What is the real world difference between "learning java" and "learning programming, theory of computing (and algorithms etc), using java as the language"?
Surely to learn all that shit (using java as the language) you at some point have to, you know, learn java?
Was about to reply to GP similarly, but after rereading it - I think they just expressed the sentiment badly. Note the single sentence they quoted in the reply - about teaching Maven.
Pretty sure they're reading "learn java" as "learn the language + the common build tools + more", instead of just the language, as we are.
Almost all beginners absolutely need to be taught the language first (so they have something concrete to mentally latch on to), not concepts and algorithms. However, Maven is not one of those things - either a GUI with a compile button or "javac" is sufficient at that level.
> Don't teach "industry standard tools" to a uni student learning CS.
This is the critical point. By the time a curriculum is in place around one set of "industry standard" tools, new tools will have come out, in a lot of fields (see, for instance, `npm` and `yarn`.)
> They should be learning programming, and theory of computing (and algorithms etc), and perhaps use java as the language.
I would argue that using Java as the language for introductory CS courses is not a good idea. We have better, simpler languages to teach foundational functional (Racket, Scheme) and imperative (Python) languages.
There's nothing wrong with Java in general, but if your goal is teaching "programming, and theory of computing (and algorithms etc)", there's nothing that Java can do that Python can't that helps with that goal.
In fact, I'd give my optimal progression of languages as starting with Python for basic imperative and OO programming, or Racket for basic functional programming, then switching to the other one, and then looking at Kotlin (or Java if you really must) for advanced OO programming and C (or, in a few years, maybe Rust) for systems programming.
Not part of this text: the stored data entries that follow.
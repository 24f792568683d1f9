import type { Ctx } from "../context";
import { findRuns } from "../reviews/find-verdicts";
import { frameWords } from "../reviews/schema-declaration";
import { findShots, pictureOf, type TodayShot } from "./find-shots";
import { productionsAs } from "./productions-as";
import { minutesForVersion, minutesForWords } from "./reading-time";
import type { TodayItem } from "./schema";

/** An artist's own shots that ask for work: returned, stopped, whole but not sent, or not begun. */
export async function findForArtist(ctx: Ctx): Promise<TodayItem[]> {
  const shots = await findShots(ctx.db, productionsAs(ctx.actor, "artist"));
  const mine = shots.filter(
    ({ artistId, facts }) => artistId === ctx.actor.id || facts.madeBy === ctx.actor.id,
  );
  const items = await Promise.all(mine.map((shot) => describe(ctx, shot)));
  return items.filter((item) => item !== null);
}

async function describe(ctx: Ctx, shot: TodayShot): Promise<TodayItem | null> {
  const { versionId, versionNumber } = shot.facts;
  if (versionId === null)
    return shot.standing === "open"
      ? {
          ...placeOf(shot),
          sentence: { before: "", name: shot.code, after: " waits for its first version." },
          detail: shot.brief,
          act: { label: "Set it up", href: `/shots/${shot.id}/bench` },
          minutes: null,
        }
      : null;
  const named = {
    ...placeOf(shot),
    act: { label: `Open version ${versionNumber}`, href: `/versions/${versionId}` },
  };
  const say = (after: string) => ({ before: `Version ${versionNumber} of `, name: shot.code, after });
  if (shot.standing === "ready") {
    const frames = shot.last! - shot.first! + 1;
    const minutes = minutesForVersion(frames);
    const detail = `Look through it and send it for review: ${frameWords(shot.first!, shot.last!)}; ${minutes} minutes.`;
    return { ...named, sentence: say(" is whole, and not sent yet."), detail, minutes };
  }
  if (shot.standing === "stopped" && shot.facts.renderState === "failed")
    return {
      ...named,
      sentence: say(` stopped at frame ${shot.failedFrame}.`),
      detail: shot.failure ?? "",
      minutes: null,
    };
  if (shot.standing === "returned")
    return { ...named, ...(await describeReturn(ctx, versionId)), sentence: say(" was returned.") };
  return null;
}

async function describeReturn(ctx: Ctx, versionId: string) {
  const returned = (await findRuns(ctx.db, versionId)).filter(({ kind }) => kind === "returned");
  const minutes = minutesForWords(returned.map(({ words }) => words).join(" "));
  const said = returned.map((run) => `${run.givenBy} on ${frameWords(run.first, run.last)}: “${run.words}”`);
  return {
    detail: `${said.join(" ")} ${minutes === 1 ? "One minute" : `${minutes} minutes`} to read.`,
    minutes,
  };
}

const placeOf = (shot: TodayShot) => ({
  about: shot.id,
  picture: pictureOf(shot),
  sentOn: null,
  dueOn: shot.dueOn,
});
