import type { BenchPage } from "@/lib/setups/schema";
import type { Setup } from "@/render/scene/setup";
import { requestJson } from "../api/request";
import { setupPath, type SaveState } from "./save-setup";
import { useDelayed } from "./use-delayed";
import { useSaver } from "./use-saver";

export interface Autosave {
  state: SaveState;
  /** Saves at once what is not saved yet; answers with the revision, or nothing when it could not be saved. */
  flush: () => Promise<number | undefined>;
  /** After a conflict: saves the reader's values over the other's. */
  saveOver: () => Promise<void>;
  /** After a conflict: takes the other's values. */
  takeTheirs: () => Promise<Setup>;
}

const pauseMs = 700;
const afterFailureMs = 10_000;

/** Saves the values a moment after the last change, on the revision they were made on. */
export function useAutosave(page: BenchPage, values: Setup): Autosave {
  const { state, changed, save, settled, adopt } = useSaver(page, values);
  const idle = state.kind !== "saving" && state.kind !== "conflict";
  useDelayed(() => void save(), {
    when: page.may.save && changed && idle,
    after: state.kind === "failed" ? afterFailureMs : pauseMs,
    restart: values,
  });
  const takeTheirs = async () => {
    const theirs = await requestJson<BenchPage>(setupPath(page.shot.id));
    adopt(theirs);
    return theirs.setup;
  };
  return {
    state: changed && state.kind === "saved" ? { kind: "waiting" } : state,
    flush: () => (changed ? save() : settled()),
    takeTheirs,
    saveOver: async () => {
      await takeTheirs();
      await save();
    },
  };
}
no you shouldn't, because the premise is invalid. A university student shouldn't be "learning java". They should be learning programming, and theory of computing (and algorithms etc), and perhaps use java as the language. None of this requires maven, build tools or any tool chains beyond some unit testing framework (and GUI framework if displays are necessary).
Don't teach "industry standard tools" to a uni student learning CS.
I would not expect a new graduate to know maven, or know the intricacies of the spring framework. That's something to be learnt on the job. I expect them to be capable enough to learn this on the job - given that they're well versed in the theoretical aspect of computer science. It's easy to explain maven's core by telling them that it's a directed graph of dependencies.
A student that just learns the "industry standard tooling" should need a bootcamp, not uni degree.